Ahora, llevando más allá la designación del local para el evento, me es difícil ver la censura a Carrasco fuera del discurso del negacionismo. Ese discurso que prefiere mandar callar a la ciudadanía antes que discutir asuntos irresueltos del pasado. Ese discurso que desde la política no quiere discutir con Sendero Luminoso por llamarlos desquiciados, cuando en realidad son débiles, incapaces de sostener un debate ideológico. Ese discurso que desde la academia es incapaz de enfrentarlo porque es tan soberbio que se oculta en la muletilla de “no bajar a su nivel” y quedarse en una producción intelectual que no combate nada ni a nadie. Ese discurso que desde el arte prefiere descolgar cuadros que interpelen a artistas, público o coleccionistas a que generen producción, discusión, pensamiento, debate.

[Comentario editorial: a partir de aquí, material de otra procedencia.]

import contextlib
import csv
import hashlib
import io
import json
import os
import re
import sys
import types
from dataclasses import replace

import numpy as np
import pandas as pd
import pytest
from ccsds_ndm.ndm_io import NdmIo

from export_fixture import make_case
from optimizer.cli import main
from optimizer.constants import CAUTION
from optimizer.export import read_plan, recheck, sample_plan, write_run
from optimizer.plan import Plan
from optimizer.problem_file import dumps_toml, problem_from_dict, problem_to_dict
from optimizer.propagate import propagate_burns
from optimizer.timescales import parse_epoch


def run(argv):
    out, err = io.StringIO(), io.StringIO()
    with contextlib.redirect_stdout(out), contextlib.redirect_stderr(err):
        code = main(argv)
    return code, out.getvalue(), err.getvalue()


@pytest.fixture(scope="module")
def case():
    return make_case()


@pytest.fixture(scope="module")
def folder(case, tmp_path_factory):
    problem, model, plan = case
    return write_run(plan, problem, tmp_path_factory.mktemp("runs") / "export-case", model=model)


def test_folder_contents(folder):
    assert sorted(os.listdir(folder)) == sorted([
        "plan.json", "problem.toml", "burns.csv", "nodes.csv", "trajectory.csv", "trajectory.oem",
        "plan.opm", "plan-icrf.opm", "report.md", "manifest.json", "path-inertial.png", "path-rotating.png",
        "altitude.png", "burns.png"])
    assert not [p for p in os.listdir(folder.parent) if p.startswith(".")]  # no temporary left


# --- CCSDS OEM ----------------------------------------------------------------------------------
def test_oem_read_by_independent_reader(case, folder):
    """CCSDS 502.0-B-2 OEM, read back with the ccsds-ndm package (an independent KVN reader)."""
    problem, model, plan = case
    oem = NdmIo().from_path(folder / "trajectory.oem")
    assert oem.header.originator == "SLINGBACK"
    assert any("CAUTION" in c for c in oem.header.comment)
    segments = oem.body.segment
    assert len(segments) == len(plan.burns) + 1  # one per coast arc
    for seg in segments:
        meta = seg.metadata
        assert (meta.object_name, meta.object_id) == ("Testbird-0", "export-case")
        assert (meta.center_name, meta.ref_frame, meta.time_system) == ("EARTH", "ICRF", "TDB")
        assert meta.start_time == seg.data.state_vector[0].epoch
        assert meta.stop_time == seg.data.state_vector[-1].epoch

    def states(seg):
        sv = seg.data.state_vector
        t = np.array([parse_epoch(s.epoch) for s in sv])
        y = np.array([[s.x.value, s.y.value, s.z.value, s.x_dot.value, s.y_dot.value, s.z_dot.value]
                      for s in sv])
        return t, y

    (t0, y0), (t1, y1) = states(segments[0]), states(segments[1])
    # starts at the plan's start state; the arcs meet at the burn, with the burn's Δv between them
    assert t0[0] == plan.start_epoch
    np.testing.assert_allclose(y0[0], plan.start_state, atol=1e-6)
    assert t0[-1] == t1[0] == plan.burns[0].epoch
    np.testing.assert_allclose(y1[0, 3:] - y0[-1, 3:], plan.burns[0].dv, atol=2e-9)
    np.testing.assert_allclose(y1[0, :3], y0[-1, :3], atol=1e-6)
    # every state agrees with a fresh propagation of the plan's burns (6 decimals of km written)
    arcs = propagate_burns(model, plan.start_epoch, np.array(plan.start_state),
                           [(b.epoch, b.dv) for b in plan.burns], problem.latest_epoch(),
                           events=("entry",), entry_radius=problem.arrival.entry_radius_km)
    for arc, (t, y) in zip(arcs, ((t0, y0), (t1, y1))):
        np.testing.assert_allclose(arc.state(t).T[:, :3], y[:, :3], atol=2e-6)
        np.testing.assert_allclose(arc.state(t).T[:, 3:], y[:, 3:], atol=2e-9)
    # it ends at the plan's entry interface crossing, through the plan's perilune; the plan's events
    # come from another integrator (export_fixture: scipy's Radau; measured against the DOP853
    # re-propagation 1.4e-5 s, 5e-5 km and 5e-8 km/s at entry, 9e-6 s at perilune): bounds of
    # 1 ms, 1 m and 5 mm/s leave a wide margin and still catch a wrong crossing (11 km/s at entry)
    entry, peri = plan.event("entry"), plan.event("perilune")
    assert t1[-1] == pytest.approx(entry.epoch, abs=1e-3)
    np.testing.assert_allclose(y1[-1, :3], entry.state[:3], atol=1e-3)
    np.testing.assert_allclose(y1[-1, 3:], entry.state[3:], atol=5e-6)
    k = np.argmin(abs(t1 - peri.epoch))
    assert abs(t1[k] - peri.epoch) < 1e-3
    np.testing.assert_allclose(y1[k, :3], peri.state[:3], atol=1e-3)
    np.testing.assert_allclose(y1[k, 3:], peri.state[3:], atol=5e-6)


def test_sampling_is_dense_near_the_bodies(case):
    problem, model, plan = case
    s = sample_plan(plan, problem, model)
    gaps = np.diff(s.t)
    r = np.linalg.norm(s.y[:-1, :3], axis=1)
    assert gaps.max() <= 600.0
    assert gaps[r < 10000.0].max() < 30.0  # near the entry interface the vehicle moves ~11 km/s
    d = np.linalg.norm(s.y[:-1, :3] - s.moon_r[:-1], axis=1)
    assert gaps[d < 5000.0].max() < 60.0


# --- tables and JSON ----------------------------------------------------------------------------
BURN_COLUMNS = ["burn", "epoch_tdb", "t_tdb_s", "dv_mps", "dv_x_mps", "dv_y_mps", "dv_z_mps", "dv_r_mps",
                "dv_t_mps", "dv_n_mps", "window_open_tdb", "window_close_tdb", "max_dv_mps", "direction", "leg"]
FINITE_BURN_COLUMNS = ["mass_before_kg", "propellant_kg", "mass_after_kg", "duration_s", "ignition_epoch_tdb",
                       "ignition_t_tdb_s", "cutoff_epoch_tdb", "cutoff_t_tdb_s"]


def test_csv_columns_and_values(case, folder):
    """pandas.read_csv with its defaults: header on line 1, no comment lines, values as written."""
    _, _, plan = case
    burns = pd.read_csv(folder / "burns.csv")
    assert list(burns.columns) == BURN_COLUMNS + FINITE_BURN_COLUMNS
    assert burns.dv_mps[0] == pytest.approx(plan.burns[0].dv_mps, rel=1e-12)
    assert burns.t_tdb_s[0] == plan.burns[0].epoch
    np.testing.assert_allclose(burns[["dv_r_mps", "dv_t_mps", "dv_n_mps"]].iloc[0],
                               1000 * np.array(plan.burns[0].dv_rtn), rtol=1e-12)
    traj = pd.read_csv(folder / "trajectory.csv")
    assert list(traj.columns) == ["epoch_tdb", "t_tdb_s", "arc", "x_km", "y_km", "z_km", "vx_kms",
                                  "vy_kms", "vz_kms", "altitude_earth_km", "altitude_moon_km"]
    assert traj.t_tdb_s.is_monotonic_increasing and set(traj.arc) == {0, 1}
    assert traj.altitude_earth_km.iloc[-1] == pytest.approx(121.92, abs=1e-6)
    nodes = pd.read_csv(folder / "nodes.csv")
    assert len(nodes) == len(plan.trajectory_t)
    np.testing.assert_array_equal(nodes[["x_km", "vz_kms"]].to_numpy(), plan.trajectory_y[:, [0, 5]])
    for name in ("burns.csv", "trajectory.csv", "nodes.csv"):
        text = (folder / name).read_text()
        assert "#" not in text and text.splitlines()[0].split(",")[0] in ("burn", "epoch_tdb")
        # the standard library's reader (what a spreadsheet import does) sees one table too
        rows = list(csv.reader(io.StringIO(text)))
        assert len({len(r) for r in rows}) == 1 and len(rows) == 1 + len(pd.read_csv(folder / name))


def test_fixture_verdict_sees_a_wrong_claimed_event(case):
    """The fixture's claims (another integrator, export_fixture) pass; the same claims with the
    perilune 2 km higher, or the entry 2 km along the track, fail the verdict (tolerances 1 km)."""
    from optimizer.verify import verify

    problem, model, plan = case
    args = (model, problem, plan.start_epoch, np.array(plan.start_state), plan.burns)
    assert verify(*args, plan.events, problem.latest_epoch()).passed
    peri, entry = plan.event("perilune"), plan.event("entry")
    moved = np.array(entry.state)
    moved[:3] += 2.0 * moved[3:] / np.linalg.norm(moved[3:])
    for wrong, key in ((replace(peri, altitude_km=peri.altitude_km + 2.0), "perilune_altitude_km"),
                       (replace(entry, state=tuple(moved)), "entry_position_km")):
        claims = [wrong if e.name == wrong.name else e for e in plan.events]
        ver = verify(*args, claims, problem.latest_epoch())
        assert not ver.passed and any(v.startswith(f"{key} residual") for v in ver.violations), ver.violations


def test_plan_json_round_trip(case, folder):
    problem, _, plan = case
    data = json.loads((folder / "plan.json").read_text())
    back = Plan.from_dict(data)
    assert back.status == plan.status == "verified"
    assert [b.epoch for b in back.burns] == [b.epoch for b in plan.burns]
    np.testing.assert_allclose(back.burns[0].dv, plan.burns[0].dv, rtol=1e-15)
    assert [(e.name, e.epoch) for e in back.events] == [(e.name, e.epoch) for e in plan.events]
    np.testing.assert_array_equal(back.trajectory_y, plan.trajectory_y)
    assert problem_from_dict(back.problem) == problem
    assert data["caution"] == CAUTION


def test_report(case, folder):
    _, _, plan = case
    text = (folder / "report.md").read_text()
    assert CAUTION in text and "NOT VERIFIED" not in text
    assert "Verdict: **PASSED**" in text
    for heading in ("## Case", "## Burns", "## Events", "## Constraints", "## Verification",
                    "## Solver record", "## Figures"):
        assert heading in text
    for png in ("path-inertial.png", "path-rotating.png", "altitude.png", "burns.png"):
        assert f"]({png})" in text and (folder / png).stat().st_size > 1000
    # the constraint row prints the re-propagated perilune altitude (4 decimals); the reference is
    # the fixture's own perilune, found with another integrator (scipy's Radau, export_fixture),
    # which agrees with the re-propagation to ~1e-7 km: a wrong figure in the row shows
    row = re.search(r"^\| perilune altitude \| ([0-9.]+) \| 100 \| 400 \| km \| 1 km \| (\w+) \|$", text, re.M)
    assert row is not None, "no perilune altitude row"
    assert float(row.group(1)) == pytest.approx(plan.event("perilune").altitude_km, abs=1e-4)
    assert row.group(2) == "inactive"  # inside [100, 400] km by more than the 1 km tolerance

Alfredo Márquez, quien pagó cárcel por su Mao con labios de Marilyn, le escribe a Carrasco en su muro de Facebook: “es fascinante como tus piezas intervenidas con el texto CENSURADO se resignifican… Estas imágenes cuyos textos ‘significantes’ han sido sustraídos evidencian lo rotundo de la ausencia, pero el hecho que la pieza sea retira es más elocuente que su propia exhibición… “.

Esa ausencia nos dice que a quien haya ordenado la censura no le interesa dialogar sobre los años de violencia. No le interesa hablar de su papel ni del papel de los otros ni de la ciudadanía ni de nada. Solo le interesa el silencio. Y el borrón y cuenta nueva. Tan bonito y limpio como una balada de Pandora.